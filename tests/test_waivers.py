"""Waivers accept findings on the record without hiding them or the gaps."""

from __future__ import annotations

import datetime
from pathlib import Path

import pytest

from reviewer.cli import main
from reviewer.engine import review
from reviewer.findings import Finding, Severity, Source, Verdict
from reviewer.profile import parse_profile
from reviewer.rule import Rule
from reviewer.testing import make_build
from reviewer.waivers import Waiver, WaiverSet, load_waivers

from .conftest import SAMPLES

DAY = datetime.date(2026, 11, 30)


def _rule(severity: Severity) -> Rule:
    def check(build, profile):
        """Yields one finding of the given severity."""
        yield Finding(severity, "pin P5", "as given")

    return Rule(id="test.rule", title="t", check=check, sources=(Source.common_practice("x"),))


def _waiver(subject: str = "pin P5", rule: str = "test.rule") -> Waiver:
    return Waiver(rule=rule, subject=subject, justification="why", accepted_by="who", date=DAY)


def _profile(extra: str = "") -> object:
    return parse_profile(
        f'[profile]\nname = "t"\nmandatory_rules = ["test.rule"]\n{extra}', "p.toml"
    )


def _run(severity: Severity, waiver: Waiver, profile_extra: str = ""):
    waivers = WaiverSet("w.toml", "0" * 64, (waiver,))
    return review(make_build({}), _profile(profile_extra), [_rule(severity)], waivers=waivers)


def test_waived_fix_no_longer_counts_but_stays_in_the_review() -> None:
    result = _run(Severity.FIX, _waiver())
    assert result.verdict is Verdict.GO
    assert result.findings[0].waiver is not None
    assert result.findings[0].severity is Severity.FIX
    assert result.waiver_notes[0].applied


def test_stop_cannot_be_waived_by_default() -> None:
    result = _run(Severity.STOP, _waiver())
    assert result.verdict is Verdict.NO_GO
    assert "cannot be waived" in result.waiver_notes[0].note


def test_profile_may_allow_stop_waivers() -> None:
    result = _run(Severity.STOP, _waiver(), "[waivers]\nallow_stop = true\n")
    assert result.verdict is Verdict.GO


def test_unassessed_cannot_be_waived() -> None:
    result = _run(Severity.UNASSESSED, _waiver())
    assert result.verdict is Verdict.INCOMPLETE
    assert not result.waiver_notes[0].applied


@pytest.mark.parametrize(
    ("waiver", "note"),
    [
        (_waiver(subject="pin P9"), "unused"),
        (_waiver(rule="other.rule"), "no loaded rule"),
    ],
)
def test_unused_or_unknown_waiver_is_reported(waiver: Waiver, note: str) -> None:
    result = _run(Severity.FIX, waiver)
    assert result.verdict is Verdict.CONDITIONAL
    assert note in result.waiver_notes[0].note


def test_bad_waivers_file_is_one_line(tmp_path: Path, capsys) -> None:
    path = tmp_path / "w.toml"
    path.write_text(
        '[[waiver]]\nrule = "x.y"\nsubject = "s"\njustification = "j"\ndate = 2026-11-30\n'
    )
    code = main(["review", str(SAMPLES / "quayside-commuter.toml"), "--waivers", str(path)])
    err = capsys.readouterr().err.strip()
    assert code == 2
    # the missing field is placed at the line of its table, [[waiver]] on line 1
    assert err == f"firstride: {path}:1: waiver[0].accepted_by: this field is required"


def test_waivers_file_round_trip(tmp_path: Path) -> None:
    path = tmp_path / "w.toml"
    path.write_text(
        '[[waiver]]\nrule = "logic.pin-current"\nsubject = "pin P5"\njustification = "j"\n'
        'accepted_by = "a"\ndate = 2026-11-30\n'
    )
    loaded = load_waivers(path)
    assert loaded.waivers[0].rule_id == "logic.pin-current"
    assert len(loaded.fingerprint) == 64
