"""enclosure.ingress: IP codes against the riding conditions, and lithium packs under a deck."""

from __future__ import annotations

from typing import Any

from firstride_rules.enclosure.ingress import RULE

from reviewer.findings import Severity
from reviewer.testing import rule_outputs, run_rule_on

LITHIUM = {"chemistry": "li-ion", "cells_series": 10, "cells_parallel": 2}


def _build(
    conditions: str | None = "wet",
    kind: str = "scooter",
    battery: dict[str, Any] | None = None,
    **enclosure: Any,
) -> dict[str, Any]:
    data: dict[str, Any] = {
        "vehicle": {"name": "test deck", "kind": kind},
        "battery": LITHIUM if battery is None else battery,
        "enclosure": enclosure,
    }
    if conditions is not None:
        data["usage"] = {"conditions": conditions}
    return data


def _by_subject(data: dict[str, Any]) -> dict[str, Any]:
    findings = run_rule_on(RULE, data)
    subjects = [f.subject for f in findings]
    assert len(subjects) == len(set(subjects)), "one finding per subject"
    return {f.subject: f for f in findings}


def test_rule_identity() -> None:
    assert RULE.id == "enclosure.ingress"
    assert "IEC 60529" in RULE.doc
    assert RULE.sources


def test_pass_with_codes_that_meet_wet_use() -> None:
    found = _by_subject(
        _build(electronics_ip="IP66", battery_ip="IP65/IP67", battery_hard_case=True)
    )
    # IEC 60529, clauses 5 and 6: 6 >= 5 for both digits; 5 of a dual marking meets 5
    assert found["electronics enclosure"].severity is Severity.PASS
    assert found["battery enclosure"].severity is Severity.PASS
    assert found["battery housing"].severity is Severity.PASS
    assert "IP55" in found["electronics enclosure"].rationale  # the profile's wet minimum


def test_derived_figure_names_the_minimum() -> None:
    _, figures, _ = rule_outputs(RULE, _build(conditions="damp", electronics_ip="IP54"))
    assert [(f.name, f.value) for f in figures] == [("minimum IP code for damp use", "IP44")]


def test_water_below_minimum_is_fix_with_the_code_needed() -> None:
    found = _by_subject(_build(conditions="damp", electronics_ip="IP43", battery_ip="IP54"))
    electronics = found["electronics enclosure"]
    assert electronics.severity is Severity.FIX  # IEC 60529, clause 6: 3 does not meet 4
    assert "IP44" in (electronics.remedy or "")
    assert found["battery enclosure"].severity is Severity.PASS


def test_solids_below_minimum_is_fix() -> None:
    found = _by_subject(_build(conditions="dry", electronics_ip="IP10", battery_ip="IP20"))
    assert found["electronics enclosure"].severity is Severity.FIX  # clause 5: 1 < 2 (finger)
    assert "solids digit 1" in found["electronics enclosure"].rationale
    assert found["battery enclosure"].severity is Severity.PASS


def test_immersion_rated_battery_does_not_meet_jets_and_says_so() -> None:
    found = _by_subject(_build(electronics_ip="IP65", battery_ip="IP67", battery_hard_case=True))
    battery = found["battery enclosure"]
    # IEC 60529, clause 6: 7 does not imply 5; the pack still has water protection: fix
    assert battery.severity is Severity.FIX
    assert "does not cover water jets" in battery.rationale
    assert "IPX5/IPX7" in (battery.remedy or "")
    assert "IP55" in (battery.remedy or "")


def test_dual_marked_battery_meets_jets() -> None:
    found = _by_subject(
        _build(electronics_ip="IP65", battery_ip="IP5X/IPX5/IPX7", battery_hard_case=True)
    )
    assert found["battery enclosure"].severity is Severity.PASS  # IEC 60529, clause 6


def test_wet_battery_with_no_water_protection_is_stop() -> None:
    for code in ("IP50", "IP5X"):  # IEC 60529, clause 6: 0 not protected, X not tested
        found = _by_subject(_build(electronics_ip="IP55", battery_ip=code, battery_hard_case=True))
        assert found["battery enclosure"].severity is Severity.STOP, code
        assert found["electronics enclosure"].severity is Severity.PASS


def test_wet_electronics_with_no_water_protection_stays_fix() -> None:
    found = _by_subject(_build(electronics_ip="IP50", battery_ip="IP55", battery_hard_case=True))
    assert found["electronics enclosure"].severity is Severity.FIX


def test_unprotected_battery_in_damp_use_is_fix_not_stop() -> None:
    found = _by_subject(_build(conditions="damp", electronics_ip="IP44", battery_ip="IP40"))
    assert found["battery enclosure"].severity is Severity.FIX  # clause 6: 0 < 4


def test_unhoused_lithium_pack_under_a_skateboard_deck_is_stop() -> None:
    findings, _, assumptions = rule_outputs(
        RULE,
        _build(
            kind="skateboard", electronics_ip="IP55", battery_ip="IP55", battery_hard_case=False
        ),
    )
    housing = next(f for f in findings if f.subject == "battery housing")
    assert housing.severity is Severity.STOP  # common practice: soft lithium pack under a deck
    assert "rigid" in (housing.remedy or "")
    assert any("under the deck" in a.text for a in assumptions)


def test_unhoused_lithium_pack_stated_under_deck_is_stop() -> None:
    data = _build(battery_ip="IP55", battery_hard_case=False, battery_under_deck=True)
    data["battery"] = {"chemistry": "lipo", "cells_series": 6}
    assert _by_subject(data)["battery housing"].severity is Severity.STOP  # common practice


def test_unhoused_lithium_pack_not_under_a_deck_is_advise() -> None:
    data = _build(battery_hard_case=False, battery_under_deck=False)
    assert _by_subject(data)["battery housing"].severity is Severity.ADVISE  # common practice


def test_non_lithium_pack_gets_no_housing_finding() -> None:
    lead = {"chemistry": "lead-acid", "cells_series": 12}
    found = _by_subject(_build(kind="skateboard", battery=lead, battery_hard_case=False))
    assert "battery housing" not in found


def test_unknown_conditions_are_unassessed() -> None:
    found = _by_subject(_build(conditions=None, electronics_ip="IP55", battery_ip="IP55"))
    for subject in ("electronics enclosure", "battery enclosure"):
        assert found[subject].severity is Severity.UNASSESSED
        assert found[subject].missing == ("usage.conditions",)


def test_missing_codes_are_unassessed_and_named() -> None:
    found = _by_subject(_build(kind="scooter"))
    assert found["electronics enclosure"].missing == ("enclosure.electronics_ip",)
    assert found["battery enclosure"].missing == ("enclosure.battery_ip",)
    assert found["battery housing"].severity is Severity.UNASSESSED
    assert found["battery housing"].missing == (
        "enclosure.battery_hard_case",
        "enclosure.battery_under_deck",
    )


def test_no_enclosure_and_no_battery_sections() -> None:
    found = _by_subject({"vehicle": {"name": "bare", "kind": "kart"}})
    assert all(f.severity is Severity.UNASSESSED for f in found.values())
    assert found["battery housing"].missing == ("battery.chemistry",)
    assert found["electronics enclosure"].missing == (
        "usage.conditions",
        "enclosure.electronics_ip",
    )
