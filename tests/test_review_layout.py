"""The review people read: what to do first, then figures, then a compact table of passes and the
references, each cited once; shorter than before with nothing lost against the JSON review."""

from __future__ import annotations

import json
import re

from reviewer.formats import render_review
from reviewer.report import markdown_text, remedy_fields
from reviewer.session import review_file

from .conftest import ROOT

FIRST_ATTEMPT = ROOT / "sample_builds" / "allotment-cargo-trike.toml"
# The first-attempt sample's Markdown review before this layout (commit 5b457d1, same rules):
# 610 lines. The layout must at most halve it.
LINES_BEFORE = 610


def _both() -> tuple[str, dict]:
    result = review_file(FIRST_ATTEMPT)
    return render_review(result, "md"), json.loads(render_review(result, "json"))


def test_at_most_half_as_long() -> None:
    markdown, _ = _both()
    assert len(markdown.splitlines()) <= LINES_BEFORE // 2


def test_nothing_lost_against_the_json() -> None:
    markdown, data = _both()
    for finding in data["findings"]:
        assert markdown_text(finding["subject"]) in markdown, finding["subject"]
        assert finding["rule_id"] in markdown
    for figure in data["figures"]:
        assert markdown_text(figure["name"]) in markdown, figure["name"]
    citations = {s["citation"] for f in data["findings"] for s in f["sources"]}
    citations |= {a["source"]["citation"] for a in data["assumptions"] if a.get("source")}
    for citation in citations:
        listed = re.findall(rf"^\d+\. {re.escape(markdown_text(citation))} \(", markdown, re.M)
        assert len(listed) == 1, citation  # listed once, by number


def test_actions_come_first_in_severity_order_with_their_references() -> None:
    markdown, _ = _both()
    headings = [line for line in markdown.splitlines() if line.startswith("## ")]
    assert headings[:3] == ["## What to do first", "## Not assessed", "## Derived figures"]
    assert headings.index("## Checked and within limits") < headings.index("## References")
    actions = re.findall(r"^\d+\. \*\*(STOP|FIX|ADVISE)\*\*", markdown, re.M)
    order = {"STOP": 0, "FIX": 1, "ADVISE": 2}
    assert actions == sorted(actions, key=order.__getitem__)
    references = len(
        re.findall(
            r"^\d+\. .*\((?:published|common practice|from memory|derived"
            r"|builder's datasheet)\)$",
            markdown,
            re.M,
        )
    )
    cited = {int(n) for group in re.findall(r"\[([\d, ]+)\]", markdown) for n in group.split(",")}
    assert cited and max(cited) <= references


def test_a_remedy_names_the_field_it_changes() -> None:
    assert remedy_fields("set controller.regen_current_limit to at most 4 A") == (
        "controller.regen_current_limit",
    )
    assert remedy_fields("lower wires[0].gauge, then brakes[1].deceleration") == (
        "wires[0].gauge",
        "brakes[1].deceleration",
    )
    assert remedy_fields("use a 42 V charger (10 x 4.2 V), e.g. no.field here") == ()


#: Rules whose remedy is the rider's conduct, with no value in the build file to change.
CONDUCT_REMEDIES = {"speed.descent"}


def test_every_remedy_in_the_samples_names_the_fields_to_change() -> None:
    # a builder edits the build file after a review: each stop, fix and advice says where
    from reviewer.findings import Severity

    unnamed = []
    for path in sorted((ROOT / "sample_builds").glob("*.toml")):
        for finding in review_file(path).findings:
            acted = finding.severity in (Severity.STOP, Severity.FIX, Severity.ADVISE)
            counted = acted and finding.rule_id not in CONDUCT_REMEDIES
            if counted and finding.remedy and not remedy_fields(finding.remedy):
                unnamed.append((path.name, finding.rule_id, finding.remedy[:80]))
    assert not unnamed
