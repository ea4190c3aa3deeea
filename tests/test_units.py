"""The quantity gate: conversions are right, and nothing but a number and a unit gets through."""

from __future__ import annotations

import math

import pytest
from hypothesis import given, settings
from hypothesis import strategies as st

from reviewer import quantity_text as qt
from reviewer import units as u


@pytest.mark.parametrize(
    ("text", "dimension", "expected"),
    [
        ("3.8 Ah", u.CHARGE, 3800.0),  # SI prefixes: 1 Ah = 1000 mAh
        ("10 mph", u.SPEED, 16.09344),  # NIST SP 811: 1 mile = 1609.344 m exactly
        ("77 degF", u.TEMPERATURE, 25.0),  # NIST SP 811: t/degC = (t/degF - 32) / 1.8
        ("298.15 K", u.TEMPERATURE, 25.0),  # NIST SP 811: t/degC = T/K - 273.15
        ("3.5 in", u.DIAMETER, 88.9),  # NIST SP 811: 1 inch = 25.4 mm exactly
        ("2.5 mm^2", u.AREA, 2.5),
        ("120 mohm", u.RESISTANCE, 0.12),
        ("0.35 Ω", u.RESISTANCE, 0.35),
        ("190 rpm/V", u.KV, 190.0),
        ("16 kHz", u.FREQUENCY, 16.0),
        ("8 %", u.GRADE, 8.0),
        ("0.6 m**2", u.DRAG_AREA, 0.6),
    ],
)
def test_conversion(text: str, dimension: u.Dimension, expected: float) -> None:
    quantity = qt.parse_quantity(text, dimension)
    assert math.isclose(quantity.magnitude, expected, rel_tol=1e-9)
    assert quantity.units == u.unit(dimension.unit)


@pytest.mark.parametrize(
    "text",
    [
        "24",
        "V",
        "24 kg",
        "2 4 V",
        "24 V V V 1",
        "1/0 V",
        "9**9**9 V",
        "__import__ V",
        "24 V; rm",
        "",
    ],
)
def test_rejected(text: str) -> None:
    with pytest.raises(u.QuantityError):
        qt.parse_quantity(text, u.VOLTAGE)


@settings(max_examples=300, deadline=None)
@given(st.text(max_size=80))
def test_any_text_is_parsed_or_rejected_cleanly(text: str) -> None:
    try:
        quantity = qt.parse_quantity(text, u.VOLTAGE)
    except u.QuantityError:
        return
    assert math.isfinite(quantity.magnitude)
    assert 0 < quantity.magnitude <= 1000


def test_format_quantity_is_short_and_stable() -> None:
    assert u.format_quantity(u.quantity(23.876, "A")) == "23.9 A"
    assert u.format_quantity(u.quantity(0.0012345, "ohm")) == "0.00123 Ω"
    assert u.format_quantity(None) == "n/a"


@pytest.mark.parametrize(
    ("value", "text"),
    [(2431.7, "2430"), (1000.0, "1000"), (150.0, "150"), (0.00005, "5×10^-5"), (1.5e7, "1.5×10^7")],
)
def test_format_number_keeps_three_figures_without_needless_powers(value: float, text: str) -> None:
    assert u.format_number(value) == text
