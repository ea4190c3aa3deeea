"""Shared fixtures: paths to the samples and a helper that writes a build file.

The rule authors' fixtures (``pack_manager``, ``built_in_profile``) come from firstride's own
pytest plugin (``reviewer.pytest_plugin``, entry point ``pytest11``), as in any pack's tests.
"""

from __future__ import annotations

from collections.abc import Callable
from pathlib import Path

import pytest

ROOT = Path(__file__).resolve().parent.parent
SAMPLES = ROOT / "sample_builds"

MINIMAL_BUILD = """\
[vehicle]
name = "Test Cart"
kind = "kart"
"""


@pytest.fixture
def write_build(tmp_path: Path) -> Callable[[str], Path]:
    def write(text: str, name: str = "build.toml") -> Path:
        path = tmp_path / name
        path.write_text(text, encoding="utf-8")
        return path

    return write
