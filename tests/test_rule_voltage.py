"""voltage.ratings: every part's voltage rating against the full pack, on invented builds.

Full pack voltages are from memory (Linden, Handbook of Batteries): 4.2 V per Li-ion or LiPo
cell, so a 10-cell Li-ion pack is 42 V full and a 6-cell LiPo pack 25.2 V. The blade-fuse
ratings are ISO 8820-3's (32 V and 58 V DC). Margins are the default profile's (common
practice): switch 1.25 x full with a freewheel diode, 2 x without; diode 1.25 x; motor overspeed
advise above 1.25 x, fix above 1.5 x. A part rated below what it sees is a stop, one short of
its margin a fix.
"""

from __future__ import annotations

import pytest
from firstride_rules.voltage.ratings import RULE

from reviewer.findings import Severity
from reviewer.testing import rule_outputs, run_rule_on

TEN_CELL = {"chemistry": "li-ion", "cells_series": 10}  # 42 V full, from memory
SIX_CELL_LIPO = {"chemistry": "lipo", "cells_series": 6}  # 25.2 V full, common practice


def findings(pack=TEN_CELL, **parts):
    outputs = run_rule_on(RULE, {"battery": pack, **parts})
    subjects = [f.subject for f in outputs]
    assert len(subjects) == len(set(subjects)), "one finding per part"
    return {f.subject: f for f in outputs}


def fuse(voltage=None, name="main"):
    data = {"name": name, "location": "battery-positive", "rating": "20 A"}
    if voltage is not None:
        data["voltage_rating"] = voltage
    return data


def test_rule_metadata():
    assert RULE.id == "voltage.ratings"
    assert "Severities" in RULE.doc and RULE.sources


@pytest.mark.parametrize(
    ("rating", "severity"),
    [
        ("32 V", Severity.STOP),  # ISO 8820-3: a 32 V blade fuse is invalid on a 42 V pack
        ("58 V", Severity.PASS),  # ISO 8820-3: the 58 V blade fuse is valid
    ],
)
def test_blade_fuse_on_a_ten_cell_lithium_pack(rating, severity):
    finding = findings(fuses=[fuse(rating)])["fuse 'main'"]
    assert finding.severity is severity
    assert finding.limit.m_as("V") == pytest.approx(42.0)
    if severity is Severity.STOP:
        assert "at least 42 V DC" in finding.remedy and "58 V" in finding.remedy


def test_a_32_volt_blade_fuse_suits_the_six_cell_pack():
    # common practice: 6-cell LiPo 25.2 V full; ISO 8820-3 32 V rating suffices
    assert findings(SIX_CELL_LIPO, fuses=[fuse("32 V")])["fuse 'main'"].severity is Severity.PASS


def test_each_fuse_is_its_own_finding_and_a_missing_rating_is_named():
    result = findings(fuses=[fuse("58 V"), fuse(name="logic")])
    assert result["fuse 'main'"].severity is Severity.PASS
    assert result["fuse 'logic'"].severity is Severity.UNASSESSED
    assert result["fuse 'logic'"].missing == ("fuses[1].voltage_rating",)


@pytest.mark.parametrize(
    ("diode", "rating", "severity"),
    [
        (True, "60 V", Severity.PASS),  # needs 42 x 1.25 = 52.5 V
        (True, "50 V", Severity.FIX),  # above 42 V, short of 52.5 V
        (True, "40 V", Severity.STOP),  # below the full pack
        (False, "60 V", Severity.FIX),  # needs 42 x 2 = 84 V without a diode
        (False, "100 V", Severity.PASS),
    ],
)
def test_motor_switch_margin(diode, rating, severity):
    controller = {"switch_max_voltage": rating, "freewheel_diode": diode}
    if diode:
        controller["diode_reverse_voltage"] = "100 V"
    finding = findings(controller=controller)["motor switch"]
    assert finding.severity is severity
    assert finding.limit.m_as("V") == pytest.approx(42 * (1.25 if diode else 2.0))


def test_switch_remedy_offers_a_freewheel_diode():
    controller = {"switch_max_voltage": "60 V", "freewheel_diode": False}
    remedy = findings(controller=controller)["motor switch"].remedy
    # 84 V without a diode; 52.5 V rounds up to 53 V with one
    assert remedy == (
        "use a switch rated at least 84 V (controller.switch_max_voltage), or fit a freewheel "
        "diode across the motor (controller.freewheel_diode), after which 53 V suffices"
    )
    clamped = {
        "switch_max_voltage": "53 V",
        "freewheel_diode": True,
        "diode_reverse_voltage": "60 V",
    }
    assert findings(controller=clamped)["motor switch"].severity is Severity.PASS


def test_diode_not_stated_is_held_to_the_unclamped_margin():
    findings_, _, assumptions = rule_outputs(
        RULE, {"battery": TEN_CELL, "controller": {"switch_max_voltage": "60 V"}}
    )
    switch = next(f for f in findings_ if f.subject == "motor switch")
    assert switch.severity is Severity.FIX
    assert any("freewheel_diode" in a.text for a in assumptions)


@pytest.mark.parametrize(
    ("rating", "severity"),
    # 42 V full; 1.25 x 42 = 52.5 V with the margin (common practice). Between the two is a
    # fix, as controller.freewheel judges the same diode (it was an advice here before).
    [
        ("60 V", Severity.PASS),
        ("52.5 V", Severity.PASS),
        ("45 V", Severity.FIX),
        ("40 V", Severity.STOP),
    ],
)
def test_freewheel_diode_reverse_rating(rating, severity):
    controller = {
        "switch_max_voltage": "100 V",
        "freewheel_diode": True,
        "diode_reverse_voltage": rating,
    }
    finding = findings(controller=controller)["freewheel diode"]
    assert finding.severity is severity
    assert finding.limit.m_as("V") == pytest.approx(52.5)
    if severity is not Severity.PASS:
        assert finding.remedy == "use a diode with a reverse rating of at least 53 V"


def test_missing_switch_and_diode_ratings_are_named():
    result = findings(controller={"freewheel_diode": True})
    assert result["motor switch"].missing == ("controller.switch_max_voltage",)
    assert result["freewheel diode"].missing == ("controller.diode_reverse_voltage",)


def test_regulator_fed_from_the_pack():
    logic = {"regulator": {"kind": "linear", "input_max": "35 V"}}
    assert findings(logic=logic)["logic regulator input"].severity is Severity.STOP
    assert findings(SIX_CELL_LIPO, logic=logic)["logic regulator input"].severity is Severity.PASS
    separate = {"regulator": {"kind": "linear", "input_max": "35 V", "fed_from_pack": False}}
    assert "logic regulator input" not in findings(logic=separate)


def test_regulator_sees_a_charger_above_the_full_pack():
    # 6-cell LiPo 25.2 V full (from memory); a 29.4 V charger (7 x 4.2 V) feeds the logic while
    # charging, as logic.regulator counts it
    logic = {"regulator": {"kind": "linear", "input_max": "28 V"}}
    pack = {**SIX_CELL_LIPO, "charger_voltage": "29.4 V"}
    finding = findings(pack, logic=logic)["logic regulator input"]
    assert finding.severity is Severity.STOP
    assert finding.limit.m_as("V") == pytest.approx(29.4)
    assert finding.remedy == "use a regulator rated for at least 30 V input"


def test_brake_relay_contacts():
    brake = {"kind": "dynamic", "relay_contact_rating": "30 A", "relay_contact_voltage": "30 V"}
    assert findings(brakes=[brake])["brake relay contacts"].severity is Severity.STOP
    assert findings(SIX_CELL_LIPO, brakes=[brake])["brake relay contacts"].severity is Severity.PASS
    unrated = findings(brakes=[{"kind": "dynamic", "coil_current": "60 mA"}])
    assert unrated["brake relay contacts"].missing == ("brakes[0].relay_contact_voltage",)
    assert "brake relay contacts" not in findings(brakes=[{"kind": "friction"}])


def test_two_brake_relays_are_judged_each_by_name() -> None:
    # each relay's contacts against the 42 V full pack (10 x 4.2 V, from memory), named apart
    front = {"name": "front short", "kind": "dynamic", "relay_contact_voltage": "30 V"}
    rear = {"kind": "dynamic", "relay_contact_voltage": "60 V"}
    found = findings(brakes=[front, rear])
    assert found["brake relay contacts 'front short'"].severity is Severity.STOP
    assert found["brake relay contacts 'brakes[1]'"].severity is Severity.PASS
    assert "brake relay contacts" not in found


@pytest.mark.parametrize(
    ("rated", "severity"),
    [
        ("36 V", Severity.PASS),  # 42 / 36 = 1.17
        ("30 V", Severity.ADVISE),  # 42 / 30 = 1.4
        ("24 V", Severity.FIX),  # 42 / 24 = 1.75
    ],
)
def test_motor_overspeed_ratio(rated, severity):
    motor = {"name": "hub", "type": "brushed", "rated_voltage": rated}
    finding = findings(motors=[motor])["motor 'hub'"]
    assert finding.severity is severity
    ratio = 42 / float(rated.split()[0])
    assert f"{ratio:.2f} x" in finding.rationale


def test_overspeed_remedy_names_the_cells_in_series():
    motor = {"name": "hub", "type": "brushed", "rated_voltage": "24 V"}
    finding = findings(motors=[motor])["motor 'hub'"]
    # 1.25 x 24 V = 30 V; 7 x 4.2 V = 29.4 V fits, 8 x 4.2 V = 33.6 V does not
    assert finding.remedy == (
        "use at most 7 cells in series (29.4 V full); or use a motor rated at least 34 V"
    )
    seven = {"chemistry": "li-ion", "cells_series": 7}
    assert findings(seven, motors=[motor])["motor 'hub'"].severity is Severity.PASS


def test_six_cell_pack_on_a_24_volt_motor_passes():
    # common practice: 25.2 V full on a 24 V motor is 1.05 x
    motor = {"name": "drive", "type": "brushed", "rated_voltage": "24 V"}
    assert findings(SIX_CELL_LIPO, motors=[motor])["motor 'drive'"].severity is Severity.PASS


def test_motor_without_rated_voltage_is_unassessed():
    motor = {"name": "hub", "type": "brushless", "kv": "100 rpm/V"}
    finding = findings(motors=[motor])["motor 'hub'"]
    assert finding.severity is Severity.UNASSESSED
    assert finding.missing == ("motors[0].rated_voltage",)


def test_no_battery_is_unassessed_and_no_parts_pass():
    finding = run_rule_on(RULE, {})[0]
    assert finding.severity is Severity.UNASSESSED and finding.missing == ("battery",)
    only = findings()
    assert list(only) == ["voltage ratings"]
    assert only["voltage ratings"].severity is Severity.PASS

****************

• Your instructions: Tally the lines of the material above that include the word "next", then state that tally alone.

• The completed task: 2